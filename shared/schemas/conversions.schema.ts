import { z } from 'zod';
import type { BenchNotice } from './bench.schema.ts';
import { noteText, requiredText } from './common.schema.ts';
import type { RevisionStatus } from './revisions.schema.ts';

export const SYSTEM_VOLTAGES = [12, 24] as const;
export const SystemVoltage = z.union([z.literal(12), z.literal(24)], {
  error: 'must be 12 or 24',
});

export const CreateConversionRequest = z.strictObject({
  name: requiredText(120),
  donorEngine: requiredText(120),
  receivingVehicle: requiredText(120),
  systemVoltage: SystemVoltage,
  notes: noteText(4000).optional(),
});
export type CreateConversionRequest = z.infer<typeof CreateConversionRequest>;

export const UpdateConversionRequest = z.strictObject({
  name: requiredText(120).optional(),
  donorEngine: requiredText(120).optional(),
  receivingVehicle: requiredText(120).optional(),
  systemVoltage: SystemVoltage.optional(),
  notes: noteText(4000).optional(),
  version: z.number().int().min(0),
});
export type UpdateConversionRequest = z.infer<typeof UpdateConversionRequest>;

export const Conversion = z.object({
  id: z.number(),
  name: z.string(),
  donorEngine: z.string(),
  receivingVehicle: z.string(),
  systemVoltage: z.number(),
  notes: z.string(),
  createdBy: z.object({ id: z.number(), name: z.string() }).nullable(),
  version: z.number(),
  createdAt: z.string(),
  updatedAt: z.string(),
});
export type Conversion = z.infer<typeof Conversion>;

/** Where a conversion stands: its latest revision's status, or a draft before any submission. */
export const CONVERSION_STATES = ['draft', 'in_review', 'changes_requested', 'signed_off'] as const;
export type ConversionState = (typeof CONVERSION_STATES)[number];
export const CONVERSION_STATE_LABELS: Record<ConversionState, string> = {
  draft: 'Draft',
  in_review: 'In review',
  changes_requested: 'Changes asked',
  signed_off: 'Signed off',
};

/** A row of the conversions list: the conversion, where it stands and what its bench has to know. */
export type ConversionListItem = Conversion & {
  state: ConversionState;
  latestRevision: { number: number; status: RevisionStatus; submittedBy: string } | null;
  /** The latest change to the conversion, its connectors, pins, feeds, revisions or bench. */
  lastChangeAt: string;
  /** In review, submitted by someone else, and the reader may sign it off. */
  waitingForYou: boolean;
  bench: BenchNotice | null;
};
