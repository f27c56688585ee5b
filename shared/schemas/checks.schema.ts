import type { SourceRef } from '../domain/electrical/sources.ts';

export const SEVERITIES = ['error', 'warning', 'note'] as const;
export type Severity = (typeof SEVERITIES)[number];

export const CHECK_RULES = [
  'unfused_feed',
  'fuse_protects_wire',
  'load_within_fuse',
  'fuse_larger_than_load_needs',
  'feed_without_loads',
  'relay_contact_load',
  'voltage_drop',
  'joined_wire_smaller_than_fuse_allows',
  'joined_wire_size_missing',
  'power_pin_unfused',
  'sensor_ground_extra_ground',
  'undecided_pins',
  'destination_used_twice',
  'fuse_placement',
  'relay_coil_driver',
  'ecu_output_overload',
  'ground_pin_removed',
  'wire_end_unresolved',
  'cavity_two_wires',
  'splice_wire_smaller_than_fuse',
  'pulse_no_pull_up',
  'pulse_wave_mismatch',
  'pulse_ratio',
  'can_termination',
  'shield_grounded_far_end',
  'reference_feeds_vehicle',
  'regulated_circuit_removed',
  'fuel_pump_control',
  'fuel_pump_cutoff',
  'coil_without_supply',
  'lamp_output_led',
  'main_relay_plain_ignition',
  'power_ground_unreached',
  'ground_strap_small',
  'sensor_ground_to_power_ground',
  'can_pair_untwisted',
  'can_stub_long',
  'diagnostic_pin_wrong_line',
  'crank_cam_unprotected',
  'ecu_power_not_from_main_relay',
  'pedal_track_removed',
] as const;
export type CheckRule = (typeof CHECK_RULES)[number];

/** One number (or word) of a finding's working, with its unit. */
export interface FindingValue {
  label: string;
  value: number | string | boolean | null;
  unit?: string;
}

export interface Finding {
  /** Stable across runs for the same rule and subject. */
  id: string;
  rule: CheckRule;
  severity: Severity;
  subject: { pinIds?: number[]; feedId?: number };
  title: string;
  message: string;
  values: Record<string, FindingValue>;
  /** The working, one line per step, with the numbers put in. */
  working: string[];
  /** The published sources (or "common practice, no source"), as one line. */
  source: string;
  sources: SourceRef[];
}

export interface CheckReport {
  findings: Finding[];
  counts: Record<Severity, number>;
  checkedAt: string;
}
● ● ● ● ● ● ●
**Task prompt**. Work through the records above. Copy every line with the string "unit".

**Answer to this exercise**.
/** One number (or word) of a finding's working, with its unit. */
  unit?: string;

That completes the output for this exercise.